(09-03-2012, 04:54 AM)Alpha Six Wrote: the biggest mistake they made was allowing a "negative" feature; this isn't the same as a reputation system, or the ratings system from YouTube.
these "thumbs down" (which are now, thankfully, gone) affect the "community" rating of the game, and if the "community" seems to be saying "no", well guess what-- your hard work and time spent doesn't pay off, unless Steam themselves decided to take a look at your game... which would severely weaken the impact of "community approval," which is what the system was made for in the first place, right? because of this, Valve would probably have to take down the service for a little bit to do some major re-imagining, then bring it back up with what they've learned from this kitchen fire. (which is moderation, hopefully) the basic idea for Greenlight was to give power to the community and make adding new games easier, but i think Valve may have misfired and accidentally made it more difficult for them to do so (with this initial release of Greenlight, at least).

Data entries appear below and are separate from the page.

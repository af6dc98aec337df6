package observe

import (
	"fmt"
	"math"
	"strings"
	"testing"
)

// largeTable writes n rows of about 50 bytes in 500 districts. Rows of a district are scattered over the whole table.
func largeTable(n int, quote string) string {
	var text strings.Builder
	text.WriteString("district,x,y,z,d\n")
	for i := range n {
		fmt.Fprintf(&text, "%sdistrict %03d%s,%.2f,%.2f,%.4f,%.3f\n", quote, i%500, quote,
			180000+float64(i%1000)/7, 330000+float64(i/1000)/7, math.Sqrt(float64(i)), float64(i)/3)
	}
	return text.String()
}

// BenchmarkSplit reads a table of a million rows into memory and splits it, with and without quotes in every row.
func BenchmarkSplit(b *testing.B) {
	for _, quote := range []string{"", `"`} {
		for _, n := range []int{10_000, 1_000_000} {
			b.Run(fmt.Sprintf("quoted=%v/n=%d", quote != "", n), func(b *testing.B) {
				text := largeTable(n, quote)
				b.SetBytes(int64(len(text)))
				b.ReportAllocs()
				for b.Loop() {
					shared, err := Whole(strings.NewReader(text), "all.csv")
					if err != nil {
						b.Fatal(err)
					}
					if parts, _, err := shared.Split("district"); err != nil || len(parts) != 500 {
						b.Fatal(len(parts), err)
					}
				}
			})
		}
	}
}

// BenchmarkReadPart reads one district of 500 out of tables of different sizes: the time is that of its own rows.
func BenchmarkReadPart(b *testing.B) {
	want := Request{Response: "z", Kind: Measure, Linear: []string{"d"}}
	for _, n := range []int{10_000, 1_000_000} {
		b.Run(fmt.Sprintf("rows=%d/n=%d", n/500, n), func(b *testing.B) {
			shared, err := Whole(strings.NewReader(largeTable(n, "")), "all.csv")
			if err != nil {
				b.Fatal(err)
			}
			parts, _, err := shared.Split("district")
			if err != nil {
				b.Fatal(err)
			}
			b.SetBytes(int64(parts[7].Bytes))
			b.ReportAllocs()
			for b.Loop() {
				if _, err := ReadPart(parts[7], want); err != nil {
					b.Fatal(err)
				}
			}
		})
	}
}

another flaw with the thumbs-up/thumbs-down system is that you don't have to give a comment about your rating. at all.
you didn't have to give a reason to downvote a game. it was as simple as going into a game, finding something you don't like about it, and pressing a button.
congratulations, you just negated a positive vote. and it took you maybe 10 seconds at the most to read the first sentence (or even just the genre of the game) in the synopsis, look at 2 screenshots, and decide "this is shit."
and guess what? people are bored enough to do this to your game. trust me. they are. it only takes seconds for them to tell you that they think your game isn't worth a dime, then go on and do it to the other 200+ games on Greenlight. it doesn't matter how good/bad your game is, because 70% of the market already thinks it's bad. and by looking through Greenlight's support forums, you can see the obvious bias against indie games that a lot of Steam users have.
Valve confirmed downvotes never did this.
They were to just remove titles from said voter's queue.
It was a filtering system, nothing more.
Unless you want to take it as "secret valve quality conspiracy."
As of an update that was,
what,
yesterday? It now says "Would you purchase it?"
This gives an option of "No thanks/not interested."
The only thing left wrong with that someone on a mission.